## REQUIREMENT
The entries below contain a stretch that opens with the line containing "for (let i = files.length" and closes with the line containing "pieceId: number): Promise<PieceVerdict>"; set down that stretch exactly, both ends included, and nothing else.

-- DATA SHOWN follows --

import "server-only";
import { eq, sql } from "drizzle-orm";
import { db, schema } from "@/db";

/** The person's current session version, or undefined when the account is gone. */
export async function sessionVersionOf(userId: string): Promise<number | undefined> {
  const [row] = await db
    .select({ sessionVersion: schema.users.sessionVersion })
    .from(schema.users)
    .where(eq(schema.users.id, userId))
    .limit(1);
  return row?.sessionVersion;
}

/** Ends every session the person holds: tokens carrying the old version stop working. */
export async function bumpSessionVersion(userId: string): Promise<void> {
  await db
    .update(schema.users)
    .set({ sessionVersion: sql`${schema.users.sessionVersion} + 1` })
    .where(eq(schema.users.id, userId));
}

/** The account's password hash (null for link-only accounts), or undefined for no such account. */
export async function passwordHashOf(userId: string): Promise<string | null | undefined> {
  const [row] = await db
    .select({ passwordHash: schema.users.passwordHash })
    .from(schema.users)
    .where(eq(schema.users.id, userId))
    .limit(1);
  return row ? row.passwordHash : undefined;
}

/** Sets a new password hash and ends every session the person holds, in one statement. */
export async function replacePassword(userId: string, passwordHash: string): Promise<void> {
  await db
    .update(schema.users)
    .set({ passwordHash, sessionVersion: sql`${schema.users.sessionVersion} + 1` })
    .where(eq(schema.users.id, userId));
}

/** The account's address and whether a sign-in link ever confirmed it. */
export async function accountFacts(
  userId: string,
): Promise<{ email: string | null; emailVerified: Date | null }> {
  const [row] = await db
    .select({ email: schema.users.email, emailVerified: schema.users.emailVerified })
    .from(schema.users)
    .where(eq(schema.users.id, userId))
    .limit(1);
  return row ?? { email: null, emailVerified: null };
}
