/** Constant-time check of a `hmac-sha256=<hex>` signature. */
export function verifyPayload(payload, signature, apiKey) {
  if (typeof signature !== "string" || !signature.startsWith(SIGNATURE_PREFIX)) return false;
  const given = Buffer.from(signature.slice(SIGNATURE_PREFIX.length), "hex");
  const expected = createHmac("sha256", apiKey).update(payload).digest();
  return given.length === expected.length && timingSafeEqual(given, expected);
}

/** Constant-time string comparison. */
function safeEqual(a, b) {
  const x = Buffer.from(String(a ?? ""));
  const y = Buffer.from(String(b ?? ""));
  return x.length === y.length && timingSafeEqual(x, y);
}

// ---------------------------------------------------------------------------
// Persistent index (index.json) — disk is the source of truth, cached by stat.
// ---------------------------------------------------------------------------

class FileStore {
  /** @param {string} dataDir */
  constructor(dataDir) {
    this.dataDir = dataDir;
    this.indexPath = join(dataDir, "index.json");
    this.filesDir = join(dataDir, "files");
    this.tmpDir = join(dataDir, "tmp");
    /** @type {{stamp: string, data: {version: number, files: any[]}} | null} */
    this.cache = null;
  }

  ensureDirs() {
    mkdirSync(this.filesDir, { recursive: true });
    mkdirSync(this.tmpDir, { recursive: true });
  }

  filePath(key) {
    return join(this.filesDir, key);
  }

  tmpPath() {
    this.ensureDirs();
    return join(this.tmpDir, `${Date.now()}-${randomBytes(6).toString("hex")}.part`);
  }

  /** @returns {{version: number, files: any[]}} */
  load() {
    let st;
    try {
      st = statSync(this.indexPath);
    } catch {
      this.cache = null;
      return { version: 1, files: [] };
    }
    const stamp = `${st.mtimeMs}:${st.size}:${st.ino}`;
    if (this.cache && this.cache.stamp === stamp) return structuredClone(this.cache.data);
    try {
      const data = JSON.parse(readFileSync(this.indexPath, "utf8"));
      if (!data || !Array.isArray(data.files)) throw new Error("no files array");
      this.cache = { stamp, data };
      return structuredClone(data);
    } catch (err) {
      process.stderr.write(
        `[uploads-fake] ignoring unreadable ${this.indexPath}: ${err.message}\n`,
      );
      return { version: 1, files: [] };
    }
  }

  save(data) {
    mkdirSync(this.dataDir, { recursive: true });
    const tmp = `${this.indexPath}.${process.pid}.tmp`;
    writeFileSync(tmp, JSON.stringify(data, null, 1));
    renameSync(tmp, this.indexPath);
    const st = statSync(this.indexPath);
    this.cache = { stamp: `${st.mtimeMs}:${st.size}:${st.ino}`, data: structuredClone(data) };
  }

  /** Synchronous read-modify-write (atomic within the event loop). */
  mutate(fn) {
    const data = this.load();
    const result = fn(data);
    this.save(data);
    return result;
  }

  all() {
    return this.load().files;
  }

  findByKey(key) {
    return this.all().find((f) => f.key === key) ?? null;
  }

  /** Resolve `{fileKey}` or `{customId}` to a record. */
  find(ref) {
    const files = this.all();
    if (ref.fileKey != null) return files.find((f) => f.key === ref.fileKey) ?? null;
    if (ref.customId != null) {
      for (let i = files.length - 1; i >= 0; i--)
        if (files[i].customId === ref.customId) return files[i];
    }
    return null;
  }

  /** Move a finished temp file into place and record it. */
  commit(tmpPath, record) {
    this.ensureDirs();
    renameSync(tmpPath, this.filePath(record.key));
    this.mutate((data) => {
      data.files = data.files.filter((f) => f.key !== record.key);
      data.files.push(record);
    });
  }

  removeKeys(keys) {
    const wanted = new Set(keys);
    let removed = [];
    this.mutate((data) => {
      removed = data.files.filter((f) => wanted.has(f.key));
      data.files = data.files.filter((f) => !wanted.has(f.key));
    });
    for (const f of removed) rmSync(this.filePath(f.key), { force: true });
    return removed.length;
  }
}
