/** Recomputes and stores a piece's verdict inside a transaction that holds the piece's row lock. */
export async function refreshPieceVerdict(tx: Tx, pieceId: number): Promise<PieceVerdict> {
  const [piece] = await tx
    .select({ inks: p.inks, printMethod: schema.anthologies.printMethod })
    .from(p)
    .innerJoin(schema.anthologies, eq(schema.anthologies.id, p.anthologyId))
    .where(eq(p.id, pieceId));
  const rows = await tx
    .select({ id: pp.id, verdict: fv.verdict })
    .from(pp)
    .leftJoin(fv, eq(fv.id, pp.currentVersionId))
    .where(eq(pp.pieceId, pieceId))
    .orderBy(asc(pp.pageIndex))
    .for("update");
  const seps = rows.length
    ? await tx
        .select({ piecePageId: ps.piecePageId, ink: ps.ink, verdict: fv.verdict })
        .from(ps)
        .leftJoin(fv, eq(fv.id, ps.currentVersionId))
        .where(
          inArray(
            ps.piecePageId,
            rows.map((r) => r.id),
          ),
        )
    : [];
  const required = piece
    ? requiredFilesOf(piece, { inks: Array.isArray(piece.inks) ? piece.inks : [] })
    : [{ kind: "composite" as const }];
  const verdict = pieceVerdictOverFiles(
    required,
    rows.map((r) => ({
      composite: r.verdict ?? null,
      separations: Object.fromEntries(
        seps.filter((x) => x.piecePageId === r.id).map((x) => [x.ink, x.verdict ?? null]),
      ),
    })),
  );
  await tx.update(p).set({ verdict }).where(eq(p.id, pieceId));
  return verdict;
}

/**
 * Makes an older (or parked) version the page's current file. Guarded by the page revision the
 * contributor saw, so a choice made on a stale screen is refused rather than silently applied.
 */
export async function useVersion(
  pieceId: number,
  userId: string,
  choice: { pageIndex: number; versionId: number; expectedRevision: number },
  uploadsAllowed: (status: PieceStatus) => boolean,
): Promise<{ revision: number; verdict: PieceVerdict }> {
  return db.transaction(async (tx) => {
    const [piece] = await tx
      .select({ status: p.status, contributorId: p.contributorId })
      .from(p)
      .where(eq(p.id, pieceId))
      .for("update");
    if (!piece) throw new Refusal(404, "There is no such piece.");
    if (piece.contributorId !== userId)
      throw new Refusal(403, "Only the person who sent a piece can change its files.");
    if (!uploadsAllowed(piece.status))
      throw new Refusal(409, "Files of this piece can no longer be changed.");
    const [page] = await tx
      .select()
      .from(pp)
      .where(and(eq(pp.pieceId, pieceId), eq(pp.pageIndex, choice.pageIndex)))
      .for("update");
    if (!page) throw new Refusal(404, `This piece has no page ${choice.pageIndex}.`);
    if (page.revision !== choice.expectedRevision)
      throw new Refusal(
        409,
        "This page changed in another window since you opened it; reload to see its current file.",
      );
    const [version] = await tx
      .select({ id: fv.id, report: fv.report })
      .from(fv)
      .where(and(eq(fv.id, choice.versionId), eq(fv.piecePageId, page.id), isNull(fv.ink)));
    if (!version) throw new Refusal(404, "That version does not belong to this page.");
    const [inUse] =
      page.currentVersionId === null
        ? []
        : await tx.select({ report: fv.report }).from(fv).where(eq(fv.id, page.currentVersionId));
    // Chosen by hand or not, a file the check could not read never displaces a readable one.
    if (
      !shouldBecomeCurrent(
        version.report as SpecReport,
        (inUse?.report ?? null) as SpecReport | null,
      )
    )
      throw new Refusal(
        409,
        "That version could not be read by the check, so it cannot replace a file that can; the file in use stays.",
      );
    await tx
      .update(pp)
      .set({ currentVersionId: version.id, revision: page.revision + 1 })
      .where(eq(pp.id, page.id));
    const verdict = await refreshPieceVerdict(tx, pieceId);
    return { revision: page.revision + 1, verdict };
  });
}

-- DATA SHOWN concluded --

## ANSWER SECTION
      for (let i = files.length - 1; i >= 0; i--)
        if (files[i].customId === ref.customId) return files[i];
    }
    return null;
  }

  /** Move a finished temp file into place and record it. */
  commit(tmpPath, record) {
    this.ensureDirs();
    renameSync(tmpPath, this.filePath(record.key));
    this.mutate((data) => {
      data.files = data.files.filter((f) => f.key !== record.key);
      data.files.push(record);
    });
  }

  removeKeys(keys) {
    const wanted = new Set(keys);
    let removed = [];
    this.mutate((data) => {
      removed = data.files.filter((f) => wanted.has(f.key));
      data.files = data.files.filter((f) => !wanted.has(f.key));
    });
    for (const f of removed) rmSync(this.filePath(f.key), { force: true });
    return removed.length;
  }
}
/** Recomputes and stores a piece's verdict inside a transaction that holds the piece's row lock. */
export async function refreshPieceVerdict(tx: Tx, pieceId: number): Promise<PieceVerdict> {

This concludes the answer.